Главный тоже читал в это время писательскую статью.

– Что тебе? – спросил он.

– У тебя в каком месте душа? – осведомилась Корова.

– В пятках,– засмеялся Вовочка.– Когда ты приходишь – в пятках. Я чувствую, что все надо с полосы снимать, что подлежащие и сказуемые…

– …не согласуются,– перебила Корова.– Ну и черт с ними. Теперь модно не согласовываться. Ты мне скажи лучше, за что жизнь отдать не жалко, а душу жалко?

Вовочка смотрел на нее непонимающе.

– Никому не нужна жизнь, если отдают ее без души. И не дай бог, ежели кто-то так сделает… Равно как и душа, вылетевшая из только что освежеванного тела, тоже практической ценности не имеет… Николай Сергеевич, видимо накануне ухода в лучший мир, оставляет нам не те заповеди, старик… Тебе что, глаза застило?

– Подожди,– сказал Вовочка.– В контексте все как-то не так. Ты выдергиваешь…

– Ты меня не путай! – возмутилась Корова.– В контексте все шито-крыто, И это ужасно. Вершина лицемерия, лицедейства или как хочешь это назови. Жизнь к ногам брошу, но душу… Чувствуешь… Жизнь – на продажу, а душа – во спасение?.. Так вот, не знаю, как тебе, а мне это глубоко противно. Предпочитаю жизнь, и чтоб ею не разбрасывались, и чтоб душа в здоровом теле, а не на божничке, под лампадкой…
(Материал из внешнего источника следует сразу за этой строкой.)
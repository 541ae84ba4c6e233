/* SPDX-License-Identifier: GPL-3.0-or-later */
/* Which kernel of runtime/kernels/ takes a section on a part, and its text.
 *
 * A kernel is a C function of one section over n samples, as those of runtime/ are:
 *     static uint32_t NAME(T *d, const int32_t *c, const T *in, T *out, size_t n);
 * d: the state of the section, x1 x2 y1 y2; c: its words, in the kernel's own order; n: a multiple
 * of `multiple`, in may be out. It returns how often the section clipped. */
#ifndef PW_EMIT_KERNEL_H
#define PW_EMIT_KERNEL_H

#include "emit/template.h"
#include "words/realisation.h"

#define PW_KERNEL_WORDS 12

typedef struct pw_kernel {
    const char *file, *kernel;       /* in runtime/kernels/ */
    const char *why;                 /* half a sentence for the comment in the C */
    pw_template_values values;
    int multiple;                    /* samples a turn */
    int32_t word[PW_KERNEL_WORDS];   /* the table c */
    int words;
    bool needs_form;                 /* the C form is called where something clips */
    bool narrow;                     /* 32-bit accumulator */
    bool clamps;                     /* the proof does not spare them */
} pw_kernel;

/* False where the section has no kernel (its structure, or a word that cannot be negated). */
bool pw_kernel_choose(const pw_realisation *realisation, int section, const pw_target *target, pw_arena *arena,
                      pw_kernel *out);

/* The C form of the same section: always plain C. */
bool pw_kernel_form(const pw_realisation *realisation, int section, pw_arena *arena, pw_kernel *out);

/* $_step of a cascade all of whose sections have this family's kernels, as one function with its
 * words in it; state is s->d. clipped: offset of the counter in the state. False where the part or a
 * section has none. */
PW_CHECKED pw_status pw_kernel_step(const pw_realisation *realisation, const pw_target *target, const char *name,
                                    pw_text *out, bool *done);

/* The same for floats in transposed direct form II on an Arm core with a floating-point unit; ends with
 * "#else", after which the plain step and "#endif" must follow. State: s1 (and s2) of each section. */
PW_CHECKED pw_status pw_kernel_step_float(const pw_realisation *realisation, const pw_target *target, const char *name,
                                          pw_text *out, bool *done);

/* Whether both are the same text but for its name. */
bool pw_kernel_same(const pw_kernel *a, const pw_kernel *b);

/* The text of the function, named so; form: the name of its C form, where it needs one. */
PW_CHECKED pw_status pw_kernel_text(const pw_kernel *kernel, const char *name, const char *form, pw_text *out);

#endif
– Это что, можно понять и так? – поморщился Вовочка.

– Я все сказала. Вот полосы. Смотри. А Николаю Сергеевичу я сама позвоню.

– Да, позвони,– обрадовался Вовочка,– и пусть он сообразит, как это подправить.

Корова дозвонилась и, оборвав положенный обмен взаимными комплиментами, сказала писателю, что думала. И о лицемерии тоже. Тот вдруг почему-то испугался и тут же стал предлагать фразы взамен.

В общем, через десять минут все было исправлено, и Корова почувствовала опустошение. Она пошла гулять по ночной редакции, тыркаться в закрытые двери, зашла к Крупене. Тот сидел за новым блестящим столом, и вид у него был несчастный.

– Он тебе не идет,– сказала Корова, постучав по тумбе ногой.

– Вижу,– смутился Крупеня.– А главное, ничего в него не влезает.

– Выбрось все лишнее к чертовой матери,– посоветовала Корова.

– Тоже верно,– согласился Крупеня.– А начнешь перебирать – вроде жалко.

– Ты лучше себя пожалей. Желтый весь… Такой стол требует хорошо откормленного, здорового мужика…

– Ты меня не выживай,– грустно сказал Крупеня.– Без тебя знаю.

– Ничего ты не знаешь,– вздохнула Корова.– Тебе бы плюнуть на всех и думать о себе. И о здоровье, и о своих писаниях. А ты добрый… На таких хорошо воду возить. Но я тебе так скажу: если ты уйдешь – я тоже уйду.– Вот еще новости! – Крупеня даже рассердился.